#4-7
練習試合での惨敗から数日が過ぎたが、僕の気持ちはまだ沈んでいた。部室でゲームの準備をしているときも、他の部員たちが楽しそうに話しているのを横目に、僕は無意識にため息をついていた。
「はぁ…」
「おいおい、瀬戸くん、そんな暗い顔してどうしたの?」
後ろから明るい声が飛んできた。振り返ると、美月がにっこりと笑いながら僕の顔を覗き込んでいた。
「なんだよ、美月。
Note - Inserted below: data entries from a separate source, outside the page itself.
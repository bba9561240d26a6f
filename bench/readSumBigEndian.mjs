#!/usr/bin/env node
// The whole-process reference for `skyspan info` on a float32 HEALPix map: a
// plain Node script (no skyspan code) that reads the FITS file, walks its
// headers (2880-byte blocks of 80-character cards up to END) and sums the
// big-endian float32 values of the binary table in a DataView loop.
// Usage: node bench/readSumBigEndian.mjs FILE   (prints the sum and the value count)
import { readFileSync } from 'node:fs';

const buf = readFileSync(process.argv[2]);
const dv = new DataView(buf.buffer, buf.byteOffset, buf.byteLength);
let pos = 0, sum = 0, count = 0;
while (pos < buf.length) {
  const cards = {};
  for (let end = false; !end; pos += 2880) {
    for (let c = 0; c < 36 && !end; c++) {
      const card = buf.toString('latin1', pos + 80 * c, pos + 80 * c + 80);
      const key = card.slice(0, 8).trim();
      if (key === 'END') end = true;
      else if (card[8] === '=') cards[key] = card.slice(10).split('/')[0].trim().replace(/'/g, '').trim();
    }
  }
  const naxis = Number(cards.NAXIS ?? 0);
  let bytes = naxis ? Math.abs(Number(cards.BITPIX)) / 8 : 0;
  for (let k = 1; k <= naxis; k++) bytes *= Number(cards[`NAXIS${k}`]);
  bytes += Number(cards.PCOUNT ?? 0);
  if (cards.XTENSION === 'BINTABLE') {
    const start = pos, n = Number(cards.NAXIS1) * Number(cards.NAXIS2) / 4;
    for (let i = 0, p = start; i < n; i++, p += 4) sum += dv.getFloat32(p, false);
    count += n;
  }
  pos += Math.ceil(bytes / 2880) * 2880;
}
process.stdout.write(`${sum} ${count}\n`);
見ての通りさ…僕がミスしたせいで試合に負けたんだから、元気なんか出るわけないだろ」
僕は肩を落としながら答えると、美月は笑顔のまま拳を握りしめて、大きな声で言った。
「瀬戸くん!失敗は成功のもとだよ!」
「成功のもと…?」
何を言ってるんだと一瞬思ったが、美月は勢いよく頷いて続けた。
「そう!失敗して学ぶことってたくさんあるじゃん!今回の試合で、どこがダメだったか分かったんだから、次はそこを改善すればいいだけだよ!」
彼女の前向きな言葉に、僕は少しだけ救われる気がした。しかし、まだ完全に立ち直るには至っていない。
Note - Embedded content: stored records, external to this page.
/**
 * Benchmark of the streamed factor job on an energy cube: a K-plane Nside-N
 * float32 cube (PLANE1..PLANEK columns beside an ENERGIES table, the layout
 * skyspan writes; values invented) generated into bench/data/ (gitignored)
 * and deleted afterwards. Whole processes, timed by /usr/bin/time -v (wall
 * and peak RSS from the operating system), each run once:
 *   - reference: a plain Node script that reads the file once in 4 MiB chunks
 *     and sums every big-endian float32;
 *   - `bin/skyspan.js factors ... --json` over the cube (the regions of
 *     bench/factors.ts, centre mode), single-threaded and in a worker;
 *   - `bin/skyspan.js --version`, the start-up alone.
 * With SKYSPAN_BENCH_ENSEMBLE=M it also links the cube under M names and times the
 * ensemble with --workers 1 and --workers 2.
 *
 * Run alone: npx tsx bench/streaming.ts   (SKYSPAN_BENCH_NSIDE, SKYSPAN_BENCH_PLANES;
 * SKYSPAN_BENCH_QUICK=1 times the reference and the single-threaded job only)
 */
import { execFileSync } from 'node:child_process';
import { closeSync, linkSync, mkdirSync, openSync, rmSync, statSync, writeFileSync, writeSync } from 'node:fs';
import { dirname, join, resolve } from 'node:path';
import { fileURLToPath } from 'node:url';
import { bintableHdu, headerBytes, primaryHdu } from '../src/io/fits/writer.js';
import { REGIONS } from './factors.js';

const HERE = dirname(fileURLToPath(import.meta.url));
const ROOT = resolve(HERE, '..');
const NSIDE = Number(process.env.SKYSPAN_BENCH_NSIDE ?? 1024);
const PLANES = Number(process.env.SKYSPAN_BENCH_PLANES ?? 30);
const ENSEMBLE = Number(process.env.SKYSPAN_BENCH_ENSEMBLE ?? 0);
const DIR = join(HERE, 'data', 'streaming');


/** Writes the cube row block by row block (never whole in memory). */
function makeCube(path: string): void {
  const npix = 12 * NSIDE * NSIDE, rowBytes = 4 * PLANES;
  const cards: [string, string | number | boolean][] = [['XTENSION', 'BINTABLE'], ['BITPIX', 8], ['NAXIS', 2], ['NAXIS1', rowBytes],
    ['NAXIS2', npix], ['PCOUNT', 0], ['GCOUNT', 1], ['TFIELDS', PLANES]];
  for (let j = 1; j <= PLANES; j++) cards.push([`TTYPE${j}`, `PLANE${j}`], [`TFORM${j}`, '1E']);
  cards.push(['PIXTYPE', 'HEALPIX'], ['ORDERING', 'RING'], ['COORDSYS', 'G'], ['NSIDE', NSIDE], ['INDXSCHM', 'IMPLICIT'], ['CUBECOL', 'BENCH']);
  const fd = openSync(path, 'w');
  writeSync(fd, primaryHdu());
  writeSync(fd, headerBytes(cards));
  const rows = 65536, buf = Buffer.alloc(rows * rowBytes);
  for (let p0 = 0; p0 < npix; p0 += rows) {
    const n = Math.min(rows, npix - p0);
    for (let i = 0; i < n; i++) {
      const base = 1 + 0.5 * Math.sin((p0 + i) * 1e-4);
      for (let j = 0; j < PLANES; j++) buf.writeFloatBE(base * (1 + 0.05 * j), (i * PLANES + j) * 4);
    }
    writeSync(fd, buf, 0, n * rowBytes);
  }
  const pad = (2880 - ((npix * rowBytes) % 2880)) % 2880;
  writeSync(fd, Buffer.alloc(pad));
  const energies = Float64Array.from({ length: PLANES }, (_, j) => 10 ** (2 + j / 10));
  for (const part of bintableHdu([{ name: 'ENERGY', type: 'float64', repeat: 1, unit: 'GeV', values: energies }], [['EXTNAME', 'ENERGIES']])) writeSync(fd, part);
  closeSync(fd);
}

/** The reference: read the file once in 4 MiB chunks, swap to little-endian, sum every float32 (whole process). */
const SUM_SCRIPT = `const fs=require('fs');const fd=fs.openSync(process.argv[1],'r');const ab=new ArrayBuffer(4<<20);const b=Buffer.from(ab);
const f=new Float32Array(ab);let s=0,n;while((n=fs.readSync(fd,b,0,b.length,null))>0){const m=n>>2;b.subarray(0,m*4).swap32();for(let i=0;i<m;i++)s+=f[i];}
console.log(s);`;

interface Timed { wallSeconds: number; cpuSeconds: number; maxRssBytes: number; stdout: string }

/** Runs a command under /usr/bin/time -v; wall time and peak RSS as the OS reports them. */
function timed(cmd: string[], env: Record<string, string> = {}): Timed {
  const stderrFile = join(DIR, 'time.txt');
  const stdout = execFileSync('/bin/sh', ['-c', `/usr/bin/time -v -o ${stderrFile} "$@"`, 'sh', ...cmd],
    { cwd: ROOT, encoding: 'utf8', maxBuffer: 1 << 28, env: { ...process.env, ...env } });
  const t = execFileSync('cat', [stderrFile], { encoding: 'utf8' });
  const wall = /Elapsed \(wall clock\) time.*: (?:(\d+):)?(\d+):(\d+(?:\.\d+)?)/.exec(t)!;
  const rss = /Maximum resident set size \(kbytes\): (\d+)/.exec(t)!;
  const cpu = Number(/User time \(seconds\): ([\d.]+)/.exec(t)![1]) + Number(/System time \(seconds\): ([\d.]+)/.exec(t)![1]);
  return { wallSeconds: Number(wall[1] ?? 0) * 3600 + Number(wall[2]) * 60 + Number(wall[3]), cpuSeconds: cpu, maxRssBytes: Number(rss[1]) * 1024, stdout };
}

/** Runs the benchmark and prints its figures (see module doc). */
export async function benchStreaming(): Promise<void> {
  mkdirSync(DIR, { recursive: true });
  const cube = join(DIR, 'cube.fits');
  const regions = join(DIR, 'regions.yaml');
  writeFileSync(regions, REGIONS);
  try {
    console.log(`generating a ${PLANES}-plane Nside ${NSIDE} float32 cube...`);
    makeCube(cube);
    const size = statSync(cube).size;
    const load = execFileSync('cat', ['/proc/loadavg'], { encoding: 'utf8' }).trim();
    console.log(`cube: ${(size / 2 ** 30).toFixed(2)} GiB; load average before: ${load}`);
    const cli = ['node', join(ROOT, 'bin/skyspan.js')];
    const job = (files: string[], extra: string[] = []) => [...cli, 'factors', '--regions', regions, '--measured', 'survey', '--target', 'strip', 'sky',
      '--templates', ...files, '--centre', '--json', ...extra];
    const ref = timed(['node', '-e', SUM_SCRIPT, cube]);
    const quick = process.env.SKYSPAN_BENCH_QUICK === '1'; // the single-threaded job only (e.g. Nside 8192)
    const version = quick ? null : timed([...cli, '--version']);
    const single = timed(job([cube]), { SKYSPAN_SINGLE_THREAD: '1' });
    const worker = quick ? null : timed(job([cube]));
    const f = (t: Timed) => `${t.wallSeconds.toFixed(2)} s wall, ${t.cpuSeconds.toFixed(2)} s CPU, peak RSS ${(t.maxRssBytes / 2 ** 20).toFixed(0)} MiB`;
    console.log(`reference: read once + sum (node, whole process): ${f(ref)}`);
    if (version) console.log(`skyspan --version (start-up only):                 ${f(version)}`);
    console.log(`skyspan factors, one thread (whole process):       ${f(single)}  ratio ${(single.wallSeconds / ref.wallSeconds).toFixed(2)}x (target <= 2x)`);
    if (worker) console.log(`skyspan factors, worker thread (whole process):    ${f(worker)}  ratio ${(worker.wallSeconds / ref.wallSeconds).toFixed(2)}x`);
    console.log(`CPU ratios (steadier on a shared machine): one thread ${(single.cpuSeconds / ref.cpuSeconds).toFixed(2)}x` +
      (version ? `, one thread less start-up ${((single.cpuSeconds - version.cpuSeconds) / ref.cpuSeconds).toFixed(2)}x` : ''));
    const rows = JSON.parse(single.stdout).rows.length;
    console.log(`rows: ${rows} (${PLANES} planes x 2 targets)`);
    if (ENSEMBLE > 0) {
      const copies = Array.from({ length: ENSEMBLE }, (_, i) => join(DIR, `cube${i}.fits`));
      copies.forEach((c) => linkSync(cube, c)); // hard links: same bytes, same page cache, distinct template names
      const w1 = timed(job(copies, ['--workers', '1']));
      const w2 = timed(job(copies, ['--workers', '2']));
      console.log(`${ENSEMBLE} templates, --workers 1: ${f(w1)}`);
      console.log(`${ENSEMBLE} templates, --workers 2: ${f(w2)}  ratio ${(w2.wallSeconds / w1.wallSeconds).toFixed(2)}x (target <= 0.6x)`);
      console.log(`load average after: ${execFileSync('cat', ['/proc/loadavg'], { encoding: 'utf8' }).trim()}`);
    }
  } finally {
    rmSync(DIR, { recursive: true, force: true });
  }
}

if (process.argv[1] && fileURLToPath(import.meta.url) === resolve(process.argv[1])) {
  await benchStreaming();
}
「でも、僕があんなにミスばかりして…自信もないし…」
「大丈夫、大丈夫!あれくらいの失敗、誰だってあるよ。私も最初の頃は全然ダメだったし、何度も失敗して、やっと今みたいにできるようになったんだよ!」
「本当に…?」
「もちろん!瀬戸くん、もう一度やり直してみようよ。私たちなら、もっともっと上手くできるはず!」
美月の励ましの言葉に、僕は心の中で何かが少しずつ変わっていくのを感じた。失敗は確かに辛い。でも、その失敗から学ぶこともあるというのは間違っていない。
「うん、分かった…もう一度頑張ってみるよ」
美月の笑顔に引っ張られるように、僕も自然と笑顔になっていた…はずだったのだが。
「何、その顔!なんか変な笑い方になってるよ、瀬戸くん!」
美月が突然指を指して笑い出した。
「え、そう?なんかおかしいかな…?」
「うん、すっごくおかしい!なんか必死に笑ってるけど、無理してる感じがするよ!」
その言葉に僕は思わず自分の顔を触ってみた。どうやら緊張と焦りで、かなりぎこちない笑顔になってしまっているらしい。恥ずかしさが込み上げてきて、顔が赤くなる。
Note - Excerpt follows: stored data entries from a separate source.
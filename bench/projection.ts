/**
 * Benchmark of the template projection kernel (src/scaling/templateProjection.ts):
 * N = sum(a P T) / sum(a T^2) with compensated sums over an Nside 512 sky
 * (3.1M pixels, float64), against numpy in the same run
 * (scripts/projection_bench.py, same made-up arrays); printed: times, their
 * ratio and the relative difference of N.
 *
 * Run alone: npx tsx bench/projection.ts
 */
import { execFileSync } from 'node:child_process';
import { dirname, join, resolve } from 'node:path';
import { fileURLToPath } from 'node:url';
import { projectionSums } from '../src/scaling/templateProjection.js';

const ROOT = resolve(dirname(fileURLToPath(import.meta.url)), '..');

export async function benchProjection(nside = 512): Promise<void> {
  const n = 12 * nside * nside;
  const t = new Float64Array(n), p = new Float64Array(n), a = new Float64Array(n);
  for (let i = 0; i < n; i++) {
    t[i] = 1 + 0.5 * Math.sin(0.001 * i);
    p[i] = 2 * t[i] + 0.1 * Math.cos(0.003 * i);
    a[i] = 0.5 + 0.5 * Math.sin(0.0007 * i) ** 2;
  }
  let best = Infinity, N = 0;
  for (let k = 0; k < 5; k++) {
    const t0 = performance.now();
    const s = projectionSums(p, t, a, n);
    N = s.numerator / s.denominator;
    best = Math.min(best, (performance.now() - t0) / 1e3);
  }
  const ref = JSON.parse(execFileSync('/usr/bin/python3', [join(ROOT, 'scripts/projection_bench.py'), String(n)], { encoding: 'utf8' }));
  console.log(`projection, Nside ${nside} (${n} pixels): skyspan ${(best * 1e3).toFixed(1)} ms, numpy ${(ref.seconds * 1e3).toFixed(1)} ms, ratio ${(best / ref.seconds).toFixed(2)}`);
  console.log(`N: skyspan ${N}, numpy ${ref.N}, relative difference ${Math.abs(N / ref.N - 1).toExponential(2)}`);
}

if (process.argv[1] && fileURLToPath(import.meta.url) === process.argv[1]) await benchProjection();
「も、もういいよ!顔のことなんか気にしないでくれ!」
「ごめんごめん、でも大丈夫だよ!顔なんかどうでもいい!大事なのは心だから!」
美月の笑顔に再び勇気づけられ、僕は顔のことはもう忘れることにした。
その後、僕たちは練習を再開した。今回は特に基本に立ち返ることを意識した。ゲームにおいて、資源や食糧の管理は非常に重要な要素だ。練習試合の時、僕は最近勝てるようになったからと調子に乗って細かい管理を疎かにしていたことを思い出し、反省した。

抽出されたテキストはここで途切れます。